Talking about the weather

Talking about the weather is usually a clichéd ice-breaker or the subject of banal small talk with strangers. But the weather that we have witnessed recently on the world stage has captivated earnest conversation on a global scale. Hectic floods, storms, and earthquakes have always peppered our news reports, but the images we have seen this past month have felt more like being pepper sprayed.

Adjectives like Category Five and Eight-Point-O have been introduced into the household vocabulary of our children.

Nepal, China, Houston, Florida, Mexico, and other regions have been commandeered as stages for nature’s raging impromptu performance, like a flash mob of terror. The sinister characters–Harvey and Irma–strut and stomp in their deadly rampages, morphing property into detritus and people into refugees.

The sense of foreboding transcends our common acknowledgment of nature’s power and unpredictability.

While some blame a deadbeat Mother Nature, others blame Trump (see actress Jennifer Lawrence’s diatribe), and of course insurance agencies and Calvinists alike drop the whole debacle into a neat “Act of God” pigeon hole, as if that explains it all.

Lately it seems there is something undeniably unnatural about Mother Nature.

But even in the minds of Christians who cherish the doctrine of God’s sovereignty in all matters under the sun, there might linger an unsettling sense that if God is dispensing judgment he’s doing it with a shotgun instead of a sniper rifle. What about all the faithful disciples of Christ who are being unceremoniously ejected from their homes and cities in the same evacuation gridlock as the rest of mankind?

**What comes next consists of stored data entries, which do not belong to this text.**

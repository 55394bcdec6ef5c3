# Which processes of a private Slurm are ours.  Read by the scripts beside it,
# with `folder` set.  FOLDER/run/NAME holds "PID START-TIME" of a daemon, so that
# a number used again is never taken for it.
# shellcheck shell=bash

# start_time PID: nothing for one that is gone or waits to be reaped.
start_time() {
  sed 's/.*) //' "/proc/$1/stat" 2>/dev/null | awk '$1 != "Z" { print $20 }'
}

# is PID START-TIME
is() { [ -n "$2" ] && [ "$(start_time "$1")" = "$2" ]; }

# alive NAME
alive() {
  local pid started
  [ -s "${folder:?}/run/$1" ] && read -r pid started <"$folder/run/$1" &&
    is "$pid" "$started"
}

# end PID START-TIME SECONDS: TERM, wait, KILL.
end() {
  local i
  is "$1" "$2" || return 0
  kill -TERM "$1" 2>/dev/null || true
  for ((i = 0; i < $3 * 10; i++)); do
    is "$1" "$2" || return 0
    sleep 0.1
  done
  kill -KILL "$1" 2>/dev/null || true
  for ((i = 0; i < 50; i++)); do
    is "$1" "$2" || return 0
    sleep 0.1
  done
  echo "process $1 outlived KILL" >&2
  return 1
}

# step_daemons: those of this cluster work in its log folder.
step_daemons() {
  local process
  for process in $(pgrep -x slurmstepd); do
    [ "$(readlink "/proc/$process/cwd" 2>/dev/null)" = "$folder/log" ] &&
      echo "$process"
  done
  return 0
}

# descendants PID: children last to first.
descendants() {
  local child
  for child in $(ps -o pid= --ppid "$1"); do
    descendants "$child"
    echo "$child"
  done
}

# on_node PID NAME: whether any process below the step daemon runs on that node.
on_node() {
  local process
  for process in $(descendants "$1"); do
    tr '\0' '\n' <"/proc/$process/environ" 2>/dev/null |
      grep -qx "SLURMD_NODENAME=$2" && return 0
  done
  return 1
}

# kill_steps [NAME]: as the power of that node, or of all, going off.
kill_steps() {
  local daemon
  for daemon in $(step_daemons); do
    [ -z "${1-}" ] || on_node "$daemon" "$1" || continue
    # shellcheck disable=SC2046
    kill -KILL "$daemon" $(descendants "$daemon") 2>/dev/null || true
  done
}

We understand that Christians are not immune to the suffering that comes from this sin-cursed weather system. But we can take comfort in knowing that we, as God’s children, are privy to more than just common grace. We are subject to the ravages of the Curse and we groan under it along with all creation (Rom 8:23), but we are nonetheless privileged to call on our Father, who holds hurricanes in his hand, to preserve us in a special way.

This is our hope: 1 Timothy 4:10 “...we have our hope set on the living God, who is the Savior of all people, especially of those who believe.”

God preserves unbelievers from the full extent of what they deserve in this life while he is preserving us from the same and from all of what we deserve in the next life. This is the good news. Not that we escape the fall-out of earthquakes and hurricanes and floods in this life, but that we completely escape the torrential flood of God’s wrath on judgment day because Jesus bore that justice on himself in the crucifixion.

So, in the midst of the temporal trauma we undergo along with the rest of the world, we can confidently cling to the knowledge that we are special to our God.

The Prophet Malachi paints a beautiful picture of God’s love for us:

“Then those who feared the Lord spoke with one another. The Lord paid attention and heard them, and a book of remembrance was written before him of those who feared the Lord and esteemed his name,” (Mal 3:16).

This huddled mass of holy ones was quivering in fear as they lived through the judgment of God on an apostate Judah. But God heard them. He knew each one’s name. He opened a book of remembrance and inscribed each of their names and promised to spare them as a man spares his son, What a picturesque promise of God’s keen awareness of the plight his precious ones are enduring.

Whatever your view is of the why of these disasters–natural, unnatural, or supernatural– you need to know that eternity is awaiting us all. And Jesus is our only refuge. It is only through his atoning work that we can call upon God as our Savior, and be clutched to his bosom like a boy held fast by his father.

The worldwide Church is in prayer for all people affected by these catastrophes, and especially for believers.